# Outside: Ciddor 1996, Appl. Opt. 35, 1566, as the VALD conversion of Piskunov and the SDSS
# handbook print it: [O III] 5006.843 in air is 5008.240 in vacuum, H alpha 6562.80 is 6564.61.
@pytest.mark.parametrize(
    ("air", "vacuum"), [(5006.843, 5008.240), (4958.911, 4960.295), (6562.801, 6564.614)]
)
def test_air_and_vacuum(air: float, vacuum: float) -> None:
    assert abs(cf.wavelength_vacuum(air) - vacuum) < 2e-3
    assert abs(cf.wavelength_air(vacuum) - air) < 2e-3


@given(st.floats(2000.0, 1e7))
def test_air_and_vacuum_undo_each_other(vacuum: float) -> None:
    air = cf.wavelength_air(vacuum)
    assert air < vacuum
    assert close(cf.wavelength_vacuum(air), vacuum, 1e-12)


@given(st.floats(2000.1, 1e6), st.sampled_from(["H alpha", "[O III] 5007", "Ca II K"]))
def test_a_line_in_air_is_taken_to_vacuum_first(observed: float, line: str) -> None:
    vacuum = cf.wavelength_vacuum(observed)
    in_air = cf.redshift_from_line(observed, line, "air")
    assert abs(in_air - cf.redshift_from_line(vacuum, line)) <= 1e-13 * (1 + in_air)
    rest = cf.line_wavelength(line)
    assert abs(in_air - cf.redshift_from_wavelength(vacuum, rest)) <= 1e-13 * (1 + in_air)


# Outside: NIST Atomic Spectra Database (H alpha and [O III], vacuum); CODATA hydrogen hyperfine
# transition; the values in air are those every handbook prints.
@pytest.mark.parametrize(
    ("spelling", "vacuum", "air"),
    [
        ("H alpha", 6564.6, 6562.8),
        ("[OIII]5007", 5008.24, 5006.84),
        ("Ca K", 3934.77, 3933.66),
        ("hbeta", 4862.7, 4861.3),
    ],
)
def test_line_wavelength(spelling: str, vacuum: float, air: float) -> None:
    assert abs(cf.line_wavelength(spelling) - vacuum) < 0.05
    assert abs(cf.line_wavelength(spelling, "air") - air) < 0.05
    assert cf.line_wavelength(spelling, "AIR ") == cf.wavelength_air(cf.line_wavelength(spelling))


def test_lines_short_of_2000_angstrom_have_no_wavelength_in_air() -> None:
    with pytest.raises(cf.DomainError, match="2000"):
        cf.line_wavelength("Ly alpha", "air")


@pytest.mark.parametrize(
    ("arguments", "name"),
    [
        ((6564.7,), "H alpha"),
        ((6562.8, 0.0, "air"), "H alpha"),
        ((6890.0, 0.0497), "H alpha"),
        ((5008.3,), "[O III] 5007"),
        ((5632.0, 0.158, "air"), "H beta"),  # 3C 273, Schmidt 1963
    ],
)
def test_line_nearest(arguments: tuple[float, ...], name: str) -> None:
    assert cf.line_nearest(*arguments) == name


def test_line_nearest_finds_nothing_outside_its_window() -> None:
    assert cf.line_nearest(6560.0, 0.0, "vacuum", 5.0) == "H alpha"
    with pytest.raises(MissingInput, match=r"LINE_NEAREST.*H alpha") as refused:
        cf.line_nearest(6560.0, 0.0, "vacuum", 4.0)
    assert refused.value.shown == "#N/A"
    with pytest.raises(MissingInput):
        cf.line_nearest(1e9)


@given(st.sampled_from(["H alpha", "Ly alpha", "[O III] 5007", "Ca II K"]), st.floats(0.0, 7.0))
def test_line_nearest_names_the_line_that_was_redshifted(line: str, z: float) -> None:
    assert cf.line_nearest(cf.wavelength_observed(cf.line_wavelength(line), z), z) == line


# Redshifts ----------------------------------------------------------------------------------------


@given(redshifts, redshifts)
def test_combined_and_relative_redshifts_undo_each_other(z1: float, z2: float) -> None:
    both = cf.redshift_combined(z1, z2)
    assert abs((1 + both) - (1 + z1) * (1 + z2)) <= 1e-12 * (1 + z1) * (1 + z2)
    assert abs(cf.redshift_relative(both, z2) - z1) <= 1e-11 * (1 + abs(z1) + 1 / (1 + z2))
    assert cf.redshift_combined(z1, z2) == cf.redshift_combined(z2, z1)
    assert cf.redshift_relative(z1, z1) == 0.0


def test_small_redshifts_keep_their_digits() -> None:
    """1 m/s is z = 3.3e-9: (1+z1)(1+z2) − 1 as written would keep seven digits of it."""
    assert cf.redshift_combined(3e-12, 0.0) == 3e-12
    assert close(cf.velocity_from_redshift(3.3356e-15), 3.3356e-15 * C, 1e-13)
    assert close(cf.redshift_from_velocity(1e-9), 1e-9 / C, 1e-13)


@given(redshifts, redshifts)
def test_peculiar_velocity_is_the_relative_redshift_times_c(z: float, z_system: float) -> None:
    peculiar = cf.velocity_peculiar(z, z_system)
    theirs = C * ((1 + z) / (1 + z_system) - 1)
    assert abs(peculiar - theirs) <= 1e-11 * C * (1 + z + 1) / (1 + z_system)


# Velocities ---------------------------------------------------------------------------------------


# Outside: astropy's Doppler equivalencies (FITS WCS Paper III in its own words).
@pytest.mark.parametrize(
    ("convention", "equivalency"),
    [
        ("relativistic", u.doppler_relativistic),
        ("optical", u.doppler_optical),
        ("radio", u.doppler_radio),
    ],
)
@given(z=st.floats(-0.9, 20.0))
def test_velocity_conventions_are_those_of_astropy(convention: str, equivalency, z: float) -> None:  # type: ignore[no-untyped-def]
    rest = 5000.0 * u.AA
    theirs = (rest * (1 + z)).to_value(u.km / u.s, equivalencies=equivalency(rest))
    ours = cf.velocity_from_redshift(z, convention)
    assert abs(ours - theirs) <= 1e-9  # km/s: theirs is a difference of squares
    assert abs(cf.redshift_from_velocity(ours, convention) - z) <= 1e-12 * (1 + abs(z)) ** 2


# By hand: (1+z)² = 4 gives 3/5 c; z = 1 is c in the optical and c/2 in the radio convention.
def test_velocities_at_redshift_one() -> None:
    assert close(cf.velocity_from_redshift(1.0), 0.6 * C, 1e-15)
    assert cf.velocity_from_redshift(1.0, "optical") == C
    assert cf.velocity_from_redshift(1.0, "radio") == C / 2
    assert close(cf.doppler_factor(0.6 * C), 2.0, 1e-15)
    assert close(cf.doppler_factor(-0.6 * C), 0.5, 1e-15)


@given(velocities)
def test_conventions_agree_to_first_order_only(velocity: float) -> None:
    z = cf.redshift_from_velocity(velocity)
    assert close(1 + z, cf.doppler_factor(velocity), 1e-12)
    optical = cf.velocity_converted(velocity, "relativistic", "optical")
    radio = cf.velocity_converted(velocity, "relativistic", "radio")
    assert abs(optical - C * z) <= 1e-12 * (C + abs(C * z))
    assert radio <= velocity + 1e-9
    assert velocity <= optical + 1e-9
    back = cf.velocity_converted(optical, "optical", "relativistic")
    assert abs(back - velocity) <= 1e-12 * (C + abs(optical))


# By hand: half the speed of light twice is 4/5 of it.
def test_velocity_sum_by_hand() -> None:
    assert close(cf.velocity_sum(C / 2, C / 2), 0.8 * C, 1e-15)
    assert cf.velocity_sum(1234.5, 0.0) == 1234.5
    assert cf.velocity_sum(1234.5, -1234.5) == 0.0


@given(velocities, velocities)
def test_doppler_factors_multiply_where_velocities_are_summed(v1: float, v2: float) -> None:
    total = cf.velocity_sum(v1, v2)
    assert -C < total < C
    product = cf.doppler_factor(v1) * cf.doppler_factor(v2)
    # near c the factor hangs on the last digits of the velocity
    assert close(cf.doppler_factor(total), product, 1e-15 * (2 + product**2 + product**-2))


# Outside: Freedman et al. 2001, ApJ 553, 47: H0 = 72 km/s/Mpc. NGC 4889 in Coma at 100 Mpc by hand.
def test_hubble_law() -> None:
    assert cf.velocity_hubble(100.0, 72.0) == 7200.0
    assert cf.distance_hubble(7200.0, 72.0) == 100.0
    assert close(cf.velocity_hubble(100.0), astropy.cosmology.Planck18.H0.value * 100, 1e-15)


# Units --------------------------------------------------------------------------------------------

PAIRS = [
    ("nm", "Angstrom"),
    ("Angstrom", "um"),
    ("m", "lyr"),
    ("pc", "au"),
    ("Mpc", "lyr"),
    ("kpc", "km"),
    ("km.s-1", "m.s-1"),
    ("km s-1", "pc.yr-1"),
    ("km/s", "au.d-1"),
    ("km.s-1.Mpc-1", "s-1"),
    ("Gyr", "s"),
    ("h", "d"),
    ("deg", "rad"),
    ("arcsec", "mas"),
    ("arcmin", "deg"),
    ("deg2", "sr"),
    ("GHz", "Hz"),
    ("THz", "kHz"),
    ("Jy", "W.m-2.Hz-1"),
    ("mJy", "erg.s-1.cm-2.Hz-1"),
    ("erg", "J"),
    ("eV", "J"),
    ("keV", "erg"),
    ("K", "mK"),
    ("mag", "mmag"),
    ("%", "1"),
    ("erg/s/cm**2/Angstrom", "W m-2 um-1"),
    ("cm-1", "m-1"),
    ("Mpc3", "kpc3"),
    ("kpc.arcsec-1", "Mpc.rad-1"),
]


@pytest.mark.parametrize(("one", "other"), PAIRS)
def test_units_converted_as_astropy_converts(one: str, other: str) -> None:
    def theirs(text: str) -> u.UnitBase:
        plain = re.sub(r"(?<=[a-z])\.(?=[a-zA-Z])", " ", text)
        plain = re.sub(r"(?<=[0-9])\.(?=[a-zA-Z])", " ", plain)
        return u.Unit(plain)

    for value in (1.0, -3.25, 6.62607015e-34, 1.7e21):
        expected = (value * theirs(one)).to_value(theirs(other))
        assert close(cf.units_converted(value, one, other), expected, 1e-14)
        there_and_back = cf.units_converted(cf.units_converted(value, one, other), other, one)
        assert close(there_and_back, value, 1e-14)


def test_units_of_a_column() -> None:
    found = cf.units_converted([1.0, None, 3.0], "nm", "Angstrom")
    assert found[0] == 10.0
    assert np.isnan(found[1])
    assert found[2] == 30.0
    mixed = cf.units_converted([1.0, 2.0, 3.0], ["nm", "um", "m"], "nm")
    assert mixed.tolist() == [1.0, 2000.0, 3e9]


@pytest.mark.parametrize(
    ("one", "other", "words"),
    [("nm", "s", "different kinds"), ("nmm", "m", "near matches"), ("m", "Angstrm", "Angstrom")],
)
def test_units_that_cannot_be_converted(one: str, other: str, words: str) -> None:
    with pytest.raises(InputError, match=words) as refused:
        cf.units_converted(1.0, one, other)
    assert "UNITS_CONVERTED" in str(refused.value)


# Cosmology ----------------------------------------------------------------------------------------


# Outside: astropy's realisations, read through its own interface.
@pytest.mark.parametrize("name", ["Planck18", "Planck15", "Planck13", "WMAP9", "WMAP7", "WMAP5"])
def test_cosmology_value_is_what_astropy_uses(name: str) -> None:
    theirs = getattr(astropy.cosmology, name)
    expected = {
        "H0": theirs.H0.value,
        "Om0": theirs.Om0,
        "Ode0": theirs.Ode0,
        "Ok0": 0.0,
        "Ogamma0": theirs.Ogamma0,
        "Onu0": theirs.Onu0,
        "w0": -1.0,
        "wa": 0.0,
        "Tcmb0": theirs.Tcmb0.value,
        "Neff": float(theirs.Neff),
        "m_nu": float(theirs.m_nu.sum().value),
    }
    for parameter, value in expected.items():
        assert cf.cosmology_value(parameter, name) == pytest.approx(value, rel=1e-10, abs=0)
        assert cf.cosmology_value(parameter.upper(), name.lower()) == cf.cosmology_value(
            parameter, name
        )


def test_cosmology_value_of_own_parameters() -> None:
    own = {"H0": 70, "Om0": 0.3, "Ode0": 0.6, "Tcmb0": 2.7255, "m_nu": "0, 0.01, 0.05"}
    theirs = astropy.cosmology.LambdaCDM(
        70, 0.3, 0.6, Tcmb0=2.7255, m_nu=[0, 0.01, 0.05] * u.eV, Neff=3.04
    )
    assert close(cf.cosmology_value("Ok0", own), theirs.Ok0, 1e-10)
    assert close(cf.cosmology_value("Onu0", own), theirs.Onu0, 1e-10)
    assert close(cf.cosmology_value("m_nu", own), 0.06, 1e-15)
    assert cf.cosmology_value("Ode0", own) == 0.6


# Reasons and provenance ---------------------------------------------------------------------------


@pytest.mark.parametrize(
    "call",
    [
        ("DISTANCE_LUMINOSITY", 0.5),
        ("distance_luminosity", 0.5, "WMAP9"),
        ("LINE_NEAREST", 6564.7),
        ("AGE_OF_UNIVERSE",),
        ("REASON", "DISTANCE_LUMINOSITY", 0.5),
    ],
)
def test_reason_is_ok_where_there_is_a_result(call: tuple[object, ...]) -> None:
    assert cf.reason(*call) == "ok"


@pytest.mark.parametrize(
    "call",
    [
        ("DISTANCE_LUMINOSITY", -0.1),
        ("distance_luminosity ", None),
        ("DISTANCE_LUMINOSITY", "far"),
        ("DISTANCE_LUMINOSITY", 0.5, "Planck19"),
        ("REDSHIFT_FROM_LINE", 6892, "Hx"),
        ("LINE_NEAREST", 1e9),
        ("DISTANCE_LUMINOSITY", float("inf")),
    ],
)
def test_reason_is_the_sentence_of_the_exception(call: tuple[str, object]) -> None:
    name, *arguments = call
    with pytest.raises(CellError) as raised:
        cf.CATALOGUE[name.strip().upper()](*arguments)
    assert cf.reason(*call) == str(raised.value)
    assert cf.reason(*call) != "ok"


def test_reason_of_too_many_arguments_is_a_sentence_too() -> None:
    said = cf.reason("TIME_HUBBLE", "Planck18", 2.0)
    assert said.startswith("TIME_HUBBLE takes 1")


def test_reason_for_a_reason() -> None:
    assert cf.reason("REASON", "NO_SUCH_FUNCTION") != "ok"


def test_reason_for_an_unknown_function_names_the_near_ones() -> None:
    with pytest.raises(InputError, match="DISTANCE_LUMINOSITY"):
        cf.reason("DISTANCE_LUMINOSTY", 0.5)


def test_provenance() -> None:
    assert cf.provenance() == f"cellfuncs {cf.__version__}"
    assert cf.provenance("VERSION ") == cf.provenance()
    assert "CODATA 2018" in cf.provenance("constants")
    assert cf.provenance("cosmology").startswith("Planck18: ")
    assert "A&A 641, A6" in cf.provenance("cosmology")  # Planck Collaboration 2020
    for what in ("ephemeris", "earth-orientation"):
        assert cf.provenance(what)
    with pytest.raises(InputError, match="near matches: constants"):
        cf.provenance("constant")


def test_the_speed_of_light_is_that_of_the_si() -> None:
    assert LIGHT_SPEED == C
    assert close(cf.doppler_factor(C / 2), sqrt(3), 1e-15)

______________________________

What to work on —
As the answer, set down only the lines from the data above between the one holding "def test_small_redshifts_keep_their_digits() ->" and the one holding "assert abs(peculiar - theirs)", inclusive, exactly as they read.

Task response —
def test_small_redshifts_keep_their_digits() -> None:
    """1 m/s is z = 3.3e-9: (1+z1)(1+z2) − 1 as written would keep seven digits of it."""
    assert cf.redshift_combined(3e-12, 0.0) == 3e-12
    assert close(cf.velocity_from_redshift(3.3356e-15), 3.3356e-15 * C, 1e-13)
    assert close(cf.redshift_from_velocity(1e-9), 1e-9 / C, 1e-13)


@given(redshifts, redshifts)
def test_peculiar_velocity_is_the_relative_redshift_times_c(z: float, z_system: float) -> None:
    peculiar = cf.velocity_peculiar(z, z_system)
    theirs = C * ((1 + z) / (1 + z_system) - 1)
    assert abs(peculiar - theirs) <= 1e-11 * C * (1 + z + 1) / (1 + z_system)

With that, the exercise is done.